Collected data:
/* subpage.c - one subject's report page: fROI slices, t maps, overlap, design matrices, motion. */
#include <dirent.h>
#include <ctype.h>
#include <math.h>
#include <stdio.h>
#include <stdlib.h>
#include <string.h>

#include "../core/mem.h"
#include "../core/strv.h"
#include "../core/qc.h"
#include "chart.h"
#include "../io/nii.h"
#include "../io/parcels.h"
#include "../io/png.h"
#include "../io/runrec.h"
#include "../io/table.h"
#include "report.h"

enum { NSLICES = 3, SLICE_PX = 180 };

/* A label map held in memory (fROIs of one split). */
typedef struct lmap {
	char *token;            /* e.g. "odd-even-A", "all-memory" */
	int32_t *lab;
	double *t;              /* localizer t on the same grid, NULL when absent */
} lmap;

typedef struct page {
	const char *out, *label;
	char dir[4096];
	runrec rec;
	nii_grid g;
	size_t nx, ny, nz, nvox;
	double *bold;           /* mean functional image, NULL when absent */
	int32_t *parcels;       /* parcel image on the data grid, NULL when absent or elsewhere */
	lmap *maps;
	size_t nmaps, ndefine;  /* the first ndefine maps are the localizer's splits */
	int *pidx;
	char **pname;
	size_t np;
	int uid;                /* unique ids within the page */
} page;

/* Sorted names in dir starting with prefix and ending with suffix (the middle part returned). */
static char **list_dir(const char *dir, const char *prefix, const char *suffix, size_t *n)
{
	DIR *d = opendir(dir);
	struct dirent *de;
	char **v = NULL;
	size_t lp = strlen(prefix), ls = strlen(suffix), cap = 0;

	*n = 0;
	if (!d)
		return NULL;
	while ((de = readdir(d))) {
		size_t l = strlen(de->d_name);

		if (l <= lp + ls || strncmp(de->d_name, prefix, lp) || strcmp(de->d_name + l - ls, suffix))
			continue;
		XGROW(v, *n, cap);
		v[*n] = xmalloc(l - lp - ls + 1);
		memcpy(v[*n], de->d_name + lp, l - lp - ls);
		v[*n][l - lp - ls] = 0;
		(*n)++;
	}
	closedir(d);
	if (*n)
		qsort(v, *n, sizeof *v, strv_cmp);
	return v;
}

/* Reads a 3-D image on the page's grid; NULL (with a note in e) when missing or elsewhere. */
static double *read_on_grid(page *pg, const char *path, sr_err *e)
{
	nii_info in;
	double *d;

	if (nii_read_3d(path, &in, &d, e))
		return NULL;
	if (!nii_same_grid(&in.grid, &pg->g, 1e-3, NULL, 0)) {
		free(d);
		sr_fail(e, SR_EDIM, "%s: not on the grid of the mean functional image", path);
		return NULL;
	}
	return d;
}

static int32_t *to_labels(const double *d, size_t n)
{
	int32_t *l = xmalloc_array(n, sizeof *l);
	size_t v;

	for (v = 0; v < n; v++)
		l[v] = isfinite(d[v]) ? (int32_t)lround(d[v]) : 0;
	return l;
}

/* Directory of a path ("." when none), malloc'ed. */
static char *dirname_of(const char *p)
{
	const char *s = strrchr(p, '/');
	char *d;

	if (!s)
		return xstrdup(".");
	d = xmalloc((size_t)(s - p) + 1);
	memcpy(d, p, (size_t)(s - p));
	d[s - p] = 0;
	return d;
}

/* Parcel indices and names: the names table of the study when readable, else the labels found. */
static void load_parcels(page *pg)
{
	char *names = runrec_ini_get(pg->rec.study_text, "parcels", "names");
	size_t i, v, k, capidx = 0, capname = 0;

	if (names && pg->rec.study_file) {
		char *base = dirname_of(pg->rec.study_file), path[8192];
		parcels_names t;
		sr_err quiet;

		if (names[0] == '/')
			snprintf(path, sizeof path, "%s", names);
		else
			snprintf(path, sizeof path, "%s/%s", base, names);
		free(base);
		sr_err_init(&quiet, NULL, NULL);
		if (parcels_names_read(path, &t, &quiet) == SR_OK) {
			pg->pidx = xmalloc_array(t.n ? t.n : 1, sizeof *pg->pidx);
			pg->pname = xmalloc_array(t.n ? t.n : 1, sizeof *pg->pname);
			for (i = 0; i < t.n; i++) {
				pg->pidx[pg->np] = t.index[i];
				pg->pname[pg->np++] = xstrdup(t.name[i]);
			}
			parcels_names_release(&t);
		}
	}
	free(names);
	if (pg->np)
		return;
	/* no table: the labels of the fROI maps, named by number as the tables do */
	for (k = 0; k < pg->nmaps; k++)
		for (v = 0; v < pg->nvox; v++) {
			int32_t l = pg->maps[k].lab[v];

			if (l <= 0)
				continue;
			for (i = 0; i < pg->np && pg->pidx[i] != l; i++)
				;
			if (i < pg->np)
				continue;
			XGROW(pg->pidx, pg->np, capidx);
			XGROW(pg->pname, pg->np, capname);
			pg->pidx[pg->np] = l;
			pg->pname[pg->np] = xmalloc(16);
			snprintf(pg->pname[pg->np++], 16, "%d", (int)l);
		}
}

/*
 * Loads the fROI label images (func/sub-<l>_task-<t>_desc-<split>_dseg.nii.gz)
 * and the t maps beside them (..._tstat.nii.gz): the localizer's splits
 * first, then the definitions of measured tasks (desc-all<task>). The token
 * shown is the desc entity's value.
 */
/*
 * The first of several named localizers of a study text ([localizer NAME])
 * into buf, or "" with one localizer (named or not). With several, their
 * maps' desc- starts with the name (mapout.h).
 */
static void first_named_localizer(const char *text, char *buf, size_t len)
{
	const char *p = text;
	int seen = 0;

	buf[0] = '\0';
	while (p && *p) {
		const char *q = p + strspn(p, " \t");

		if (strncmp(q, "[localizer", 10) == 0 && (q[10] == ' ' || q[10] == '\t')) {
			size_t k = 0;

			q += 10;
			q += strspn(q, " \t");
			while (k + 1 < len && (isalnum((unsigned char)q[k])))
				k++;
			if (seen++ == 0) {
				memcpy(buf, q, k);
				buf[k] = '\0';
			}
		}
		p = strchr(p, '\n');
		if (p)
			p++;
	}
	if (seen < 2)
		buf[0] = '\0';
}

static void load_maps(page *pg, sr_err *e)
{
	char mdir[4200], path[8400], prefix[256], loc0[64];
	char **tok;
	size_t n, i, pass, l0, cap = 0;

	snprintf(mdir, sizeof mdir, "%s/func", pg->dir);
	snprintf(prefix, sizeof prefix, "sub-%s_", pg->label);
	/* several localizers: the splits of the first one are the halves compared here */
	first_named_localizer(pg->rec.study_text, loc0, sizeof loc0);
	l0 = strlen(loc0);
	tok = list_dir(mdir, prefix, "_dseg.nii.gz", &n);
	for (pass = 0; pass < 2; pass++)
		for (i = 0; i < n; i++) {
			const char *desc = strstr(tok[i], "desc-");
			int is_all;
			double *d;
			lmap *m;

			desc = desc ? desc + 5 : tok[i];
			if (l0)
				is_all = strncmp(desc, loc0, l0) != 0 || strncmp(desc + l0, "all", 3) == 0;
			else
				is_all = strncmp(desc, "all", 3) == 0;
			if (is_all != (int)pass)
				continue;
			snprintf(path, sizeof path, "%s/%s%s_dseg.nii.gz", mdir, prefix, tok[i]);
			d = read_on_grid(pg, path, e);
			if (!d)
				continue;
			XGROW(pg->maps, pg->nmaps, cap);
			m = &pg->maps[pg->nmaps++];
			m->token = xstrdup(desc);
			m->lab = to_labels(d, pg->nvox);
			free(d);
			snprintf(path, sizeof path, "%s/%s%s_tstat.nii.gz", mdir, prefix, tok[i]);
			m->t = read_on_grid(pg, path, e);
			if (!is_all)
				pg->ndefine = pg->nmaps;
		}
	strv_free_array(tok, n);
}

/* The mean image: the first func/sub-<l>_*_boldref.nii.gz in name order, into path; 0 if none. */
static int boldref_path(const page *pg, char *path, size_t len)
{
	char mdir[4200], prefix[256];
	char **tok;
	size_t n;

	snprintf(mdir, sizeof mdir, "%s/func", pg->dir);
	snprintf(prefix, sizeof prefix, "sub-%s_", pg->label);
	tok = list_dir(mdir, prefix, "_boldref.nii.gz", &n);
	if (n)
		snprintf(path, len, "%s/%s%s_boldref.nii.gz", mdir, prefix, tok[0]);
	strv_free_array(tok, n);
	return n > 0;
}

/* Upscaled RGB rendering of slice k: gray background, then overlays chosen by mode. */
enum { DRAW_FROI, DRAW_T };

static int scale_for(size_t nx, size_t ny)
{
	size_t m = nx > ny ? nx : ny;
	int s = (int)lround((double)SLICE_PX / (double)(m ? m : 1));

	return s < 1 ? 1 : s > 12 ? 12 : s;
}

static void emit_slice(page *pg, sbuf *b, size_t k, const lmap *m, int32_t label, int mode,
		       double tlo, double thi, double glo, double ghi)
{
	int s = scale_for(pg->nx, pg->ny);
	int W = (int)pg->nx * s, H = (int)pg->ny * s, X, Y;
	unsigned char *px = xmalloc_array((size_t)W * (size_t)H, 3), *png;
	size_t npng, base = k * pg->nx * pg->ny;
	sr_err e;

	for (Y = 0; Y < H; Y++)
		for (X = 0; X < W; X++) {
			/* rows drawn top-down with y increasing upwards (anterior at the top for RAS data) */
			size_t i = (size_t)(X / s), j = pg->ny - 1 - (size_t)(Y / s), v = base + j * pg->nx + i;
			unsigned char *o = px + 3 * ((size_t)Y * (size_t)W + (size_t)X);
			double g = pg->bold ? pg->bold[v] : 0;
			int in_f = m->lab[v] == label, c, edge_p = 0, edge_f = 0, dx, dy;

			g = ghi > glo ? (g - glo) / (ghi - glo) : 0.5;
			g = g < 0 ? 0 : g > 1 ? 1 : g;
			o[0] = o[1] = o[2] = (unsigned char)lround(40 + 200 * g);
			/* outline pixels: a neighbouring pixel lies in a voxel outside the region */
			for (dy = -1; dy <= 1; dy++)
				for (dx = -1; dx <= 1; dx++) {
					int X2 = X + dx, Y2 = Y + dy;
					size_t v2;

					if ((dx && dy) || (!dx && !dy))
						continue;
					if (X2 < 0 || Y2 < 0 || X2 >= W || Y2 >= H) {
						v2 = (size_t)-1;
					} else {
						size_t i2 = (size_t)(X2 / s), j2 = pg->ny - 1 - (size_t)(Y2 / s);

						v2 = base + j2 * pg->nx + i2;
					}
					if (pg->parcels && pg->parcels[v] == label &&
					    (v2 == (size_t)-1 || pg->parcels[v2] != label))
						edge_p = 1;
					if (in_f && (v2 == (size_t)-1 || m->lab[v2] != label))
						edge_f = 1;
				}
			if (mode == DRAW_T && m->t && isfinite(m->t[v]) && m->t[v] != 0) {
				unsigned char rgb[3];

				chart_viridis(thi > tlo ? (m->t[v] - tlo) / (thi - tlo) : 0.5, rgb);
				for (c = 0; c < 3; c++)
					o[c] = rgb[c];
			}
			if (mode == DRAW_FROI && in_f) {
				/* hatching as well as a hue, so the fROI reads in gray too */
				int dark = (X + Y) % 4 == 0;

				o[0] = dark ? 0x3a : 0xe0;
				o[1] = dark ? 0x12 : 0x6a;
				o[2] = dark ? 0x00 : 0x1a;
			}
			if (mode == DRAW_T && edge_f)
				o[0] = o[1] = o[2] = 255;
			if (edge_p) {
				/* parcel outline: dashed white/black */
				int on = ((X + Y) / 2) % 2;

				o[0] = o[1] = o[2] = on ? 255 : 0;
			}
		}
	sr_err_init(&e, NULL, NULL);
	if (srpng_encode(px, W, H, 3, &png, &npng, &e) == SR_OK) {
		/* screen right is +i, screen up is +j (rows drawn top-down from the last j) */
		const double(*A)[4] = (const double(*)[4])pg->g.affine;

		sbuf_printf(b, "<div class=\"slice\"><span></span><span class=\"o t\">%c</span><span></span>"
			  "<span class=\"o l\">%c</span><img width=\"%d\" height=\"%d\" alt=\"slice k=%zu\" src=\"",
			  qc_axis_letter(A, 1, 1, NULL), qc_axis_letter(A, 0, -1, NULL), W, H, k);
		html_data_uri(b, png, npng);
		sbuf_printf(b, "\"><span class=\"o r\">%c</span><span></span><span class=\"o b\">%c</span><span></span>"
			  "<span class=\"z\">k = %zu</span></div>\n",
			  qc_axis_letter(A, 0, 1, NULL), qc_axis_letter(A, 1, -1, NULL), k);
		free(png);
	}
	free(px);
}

◆ WHAT YOU NEED TO DO ◆
Count the lines in the records above that contain the word "dark", and report only that number.

◆ OUTPUT OF THE EXERCISE ◆
4